Source: The Ottawa Citizen, Wednesday, September 03, 2008
Jonathan Malloy, Citizen Special
It can be very hard to predict public attitudes to the environment. Just ask the Detroit car companies. For the last few years, even while green enthusiasm rose along with gas prices, consumers kept buying SUVs and other gas guzzlers, seemingly against all self-interest. This has rapidly changed in the last year, but it’s more about the hard economic forces of astronomical gas prices and looming recession, not nice green feelings. It’s the economy, not the environment, and that’s good news for the Conservative strategy.
One of the best headlines I’ve seen from The Onion’s satirical news site read: “98 Percent of U.S. Commuters Favour Public Transportation For Others.” In other words, we all care for the environment, unless it’s inconvenient. We can perhaps add the more than 10 per cent of Canadians who regularly tell pollsters they will vote for the Green party, even though they haven’t reached half that number in an actual election.

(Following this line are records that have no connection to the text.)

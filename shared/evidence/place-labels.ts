import { labelCorners, labelsMeet, type LabelBox } from './label-box.ts';
import { isInside, type Rectangle } from './marks.ts';

/**
 * Something that wants a label, with the places where it may stand, the best first.
 *
 * Units: mm. Valid: an empty list is never placed. Source: [own].
 */
export type Wanted<T> = { readonly what: T; readonly spots: readonly LabelBox[] };

/**
 * Labels that have a place, and what has none, in the order in which they were asked for.
 *
 * Units: mm. Valid: placed and listed together are all. Source: [own].
 */
export type Placement<T> = {
  readonly placed: readonly { readonly what: T; readonly box: LabelBox }[];
  readonly listed: readonly T[];
};

/** Cells of an even net over the paper that hold what lies in them, in mm. */
const CELL = 12;

function cellsOf(box: LabelBox): string[] {
  const corners = labelCorners(box);
  const [xs, ys] = [corners.map(([x]) => x), corners.map(([, y]) => y)];
  const from = (values: number[]) => Math.floor(Math.min(...values) / CELL);
  const to = (values: number[]) => Math.floor(Math.max(...values) / CELL);
  const cells: string[] = [];
  for (let i = from(xs); i <= to(xs); i++) {
    for (let j = from(ys); j <= to(ys); j++) cells.push(`${i} ${j}`);
  }
  return cells;
}

/** What is taken on a sheet, found by cell. */
function takenOn(boxes: readonly LabelBox[]) {
  const net = new Map<string, LabelBox[]>();
  const take = (box: LabelBox) => {
    for (const cell of cellsOf(box)) {
      const held = net.get(cell);
      if (held === undefined) net.set(cell, [box]);
      else held.push(box);
    }
  };
  for (const box of boxes) take(box);
  const isFree = (box: LabelBox) =>
    cellsOf(box).every((cell) => (net.get(cell) ?? []).every((other) => !labelsMeet(box, other)));
  return { take, isFree };
}

/**
 * Places labels so that none lies over another or over what is taken already, nor outside of the window;
 * what comes first chooses first.
 *
 * Units: mm. Valid: placed and listed together are all. Source: [own].
 */
export function placeLabels<T>(
  window: Rectangle,
  taken: readonly LabelBox[],
  wanted: readonly Wanted<T>[],
): Placement<T> {
  const sheet = takenOn(taken);
  const isWithin = (box: LabelBox) => labelCorners(box).every((spot) => isInside(window, spot));
  const placed: { what: T; box: LabelBox }[] = [];
  const listed: T[] = [];
  for (const { what, spots } of wanted) {
    const box = spots.find((spot) => isWithin(spot) && sheet.isFree(spot));
    if (box === undefined) {
      listed.push(what);
      continue;
    }
    sheet.take(box);
    placed.push({ what, box });
  }
  return { placed, listed };
}
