import { boundingBox } from '../geometry/bounding-box.ts';
import { planDistance } from '../geometry/plan-distance.ts';
import type { PlanPoint } from '../geometry/point.ts';
import { MethodError } from '../method-error.ts';
import type { LineOnGround } from './line-on-ground.ts';

/**
 * The piece of ground of one sheet of a series: the chainages that it shows, the point in its middle and
 * the direction that runs to the right of it.
 *
 * Units: m. Valid: made by `stripStretches`. Source: [own].
 */
export type StripStretch = {
  readonly from: number;
  readonly to: number;
  readonly centre: PlanPoint;
  readonly right: PlanPoint;
};

/** Of a window's sides, how much the line may take: the rest shows what stands beyond it. */
const [LONG, TALL] = [0.94, 0.4];
/** A stretch is shortened by so much of the window until the line fits. */
const STEP = 0.02;

type Ground = { readonly wide: number; readonly tall: number };

/** A stretch on a sheet turned to its chord, or undefined where the line leaves the part meant for it. */
function fitted(
  line: LineOnGround,
  from: number,
  to: number,
  { wide, tall }: Ground,
): StripStretch | undefined {
  const [start, end] = [line.pointAt(from), line.pointAt(to)];
  const long = planDistance(start, end);
  // a line that comes back to where it began has no direction
  if (!(long > 0.2 * (to - from))) return undefined;
  const right: PlanPoint = [(end[0] - start[0]) / long, (end[1] - start[1]) / long];
  const turned = line.between(from, to).map(([e, n]): PlanPoint => {
    const [x, y] = [e - start[0], n - start[1]];
    return [x * right[0] + y * right[1], y * right[0] - x * right[1]];
  });
  const { west, south, east, north } = boundingBox(turned);
  if (east - west > LONG * wide || north - south > TALL * tall) return undefined;
  const [along, up] = [(west + east) / 2, (south + north) / 2];
  const centre: PlanPoint = [
    start[0] + along * right[0] - up * right[1],
    start[1] + along * right[1] + up * right[0],
  ];
  return { from, to, centre, right };
}

/** The longest stretch from a chainage on that fits on one sheet. */
function longest(line: LineOnGround, from: number, end: number, ground: Ground): StripStretch {
  for (let share = 1; share > 0; share -= STEP) {
    // a bent line is longer than its sheet is wide
    const to = Math.min(end, from + 2 * share * ground.wide);
    const found = to > from ? fitted(line, from, to, ground) : undefined;
    if (found !== undefined) return found;
  }
  throw new MethodError(
    'outside-range',
    'The line bends too sharply for sheets of this scale.',
    'denominator',
  );
}

/**
 * Lays a line out on sheets that are turned to it: each shows as much of it as fits, from where the sheet
 * before ends less the overlap. It stops at one more than the most sheets that may be.
 *
 * Units: m; `wide` and `tall` are the ground that a sheet's window shows. Valid: throws `outside-range` with
 * the field to change where the overlap leaves nothing of a sheet, or the line bends too sharply.
 * Source: [own].
 */
export function stripStretches(
  line: LineOnGround,
  {
    from,
    to,
    overlap,
    most,
    ...ground
  }: Ground & Readonly<Record<'from' | 'to' | 'overlap' | 'most', number>>,
): StripStretch[] {
  const found: StripStretch[] = [];
  for (let start = from; found.length <= most;) {
    const stretch = longest(line, start, to, ground);
    found.push(stretch);
    if (stretch.to >= to) return found;
    if (stretch.to - overlap <= start) {
      throw new MethodError(
        'outside-range',
        'The overlap leaves nothing of a sheet. Make it shorter.',
        'overlap',
      );
    }
    start = stretch.to - overlap;
  }
  return found;
}
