import type { PlanPoint } from '../geometry/point.ts';
import { stretchesInPolygon } from '../geometry/stretches-in-polygon.ts';
import { boxMark, cornersOf, lineMark, type Mark, type Measure } from './marks.ts';
import type { PlanBuilding } from './plan-material.ts';
import type { SectionPanel } from './section-panel.ts';
import { toneOfBuilding } from './tone-of-building.ts';

/** How high a building is drawn, whatever its height, and the size of its reference. */
const [TALL, SIZE] = [6, 6.5];
/** References keep so far apart, and are at most so long between a building and the title, in mm. */
const [APART, LONGEST] = [2.6, 17];

/**
 * A stretch of a section that stands on a building.
 *
 * Units: m along the section. Valid: from before to. Source: [own].
 */
export type Standing = {
  readonly building: PlanBuilding;
  readonly from: number;
  readonly to: number;
};

/**
 * The buildings that a straight cut goes through, with the true width of each cut.
 *
 * Units: m; `start` is at distance `at` of the section. Valid: direction of length 1. Source: [own].
 */
export function standingOn(
  buildings: readonly PlanBuilding[],
  cut: { readonly start: PlanPoint; readonly direction: PlanPoint; readonly length: number },
  at: number,
): Standing[] {
  return buildings.flatMap((building) =>
    building.parts.flatMap((rings) =>
      stretchesInPolygon(cut, rings).map(([from, to]) => ({
        building,
        from: at + from,
        to: at + to,
      })),
    ),
  );
}

const EDGE = { ink: 'buildingEdge', width: 0.2 } as const;

function shapeOf({ x, ground }: SectionPanel, { building, from, to }: Standing): Mark {
  const box = { left: x(from), top: ground - TALL, right: x(to), bottom: ground };
  const tone = toneOfBuilding(building, 'central');
  return tone === null
    ? boxMark(box, { fill: 'paper', stroke: EDGE })
    : { kind: 'toned', tone, rings: [cornersOf(box)] };
}

function nameMarks({ ground }: SectionPanel, words: string, middle: number): Mark[] {
  const top = ground - TALL;
  return [
    lineMark([[middle, top], [middle, top - 1.2]], { ink: 'ink', width: 0.15 }), // prettier-ignore
    { kind: 'words', words, size: SIZE, along: [0, -1], at: [middle + 0.8, top - 1.8] },
  ];
}

/**
 * Buildings on the ground line of a section, at true width, with their category at the central values; their
 * references where there is room, and once each those whose reference found room nowhere.
 *
 * Units: mm. Valid: in the panel. Source: [own].
 */
export function standingMarks(
  panel: SectionPanel,
  standing: readonly Standing[],
  measure: Measure,
): { readonly marks: Mark[]; readonly unnamed: readonly Standing[] } {
  const ordered = [...standing].sort((a, b) => a.from - b.from);
  const named = new Set<string>();
  const unnamed = new Map<string, Standing>();
  let last = -Infinity;
  const names = ordered.flatMap((one): Mark[] => {
    const { id, reference } = one.building;
    const middle = (panel.x(one.from) + panel.x(one.to)) / 2;
    // words run up the sheet, each needs its own height of print
    if (middle - last < APART || measure(reference, SIZE, false) > LONGEST) {
      if (!unnamed.has(id)) unnamed.set(id, one);
      return [];
    }
    last = middle;
    named.add(id);
    return nameMarks(panel, reference, middle);
  });
  return {
    marks: [...ordered.map((one) => shapeOf(panel, one)), ...names],
    unnamed: [...unnamed.values()].filter(({ building }) => !named.has(building.id)),
  };
}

We all love being green in theory, but often not in practice. This is Mr. Harper’s calculation, and Mr. Dion’s gamble. The “Green Shift” platform is supposedly revenue-neutral and promises all sorts of economic benefits, but it’s up to voters to decide if it’s ultimately too … well, inconvenient.
Unfortunately for Mr. Dion, we may once again be fading in our environmental enthusiasm, and he may have missed his alternatively fuelled bandwagon.
Jonathan Malloy is a professor of political science at Carleton University.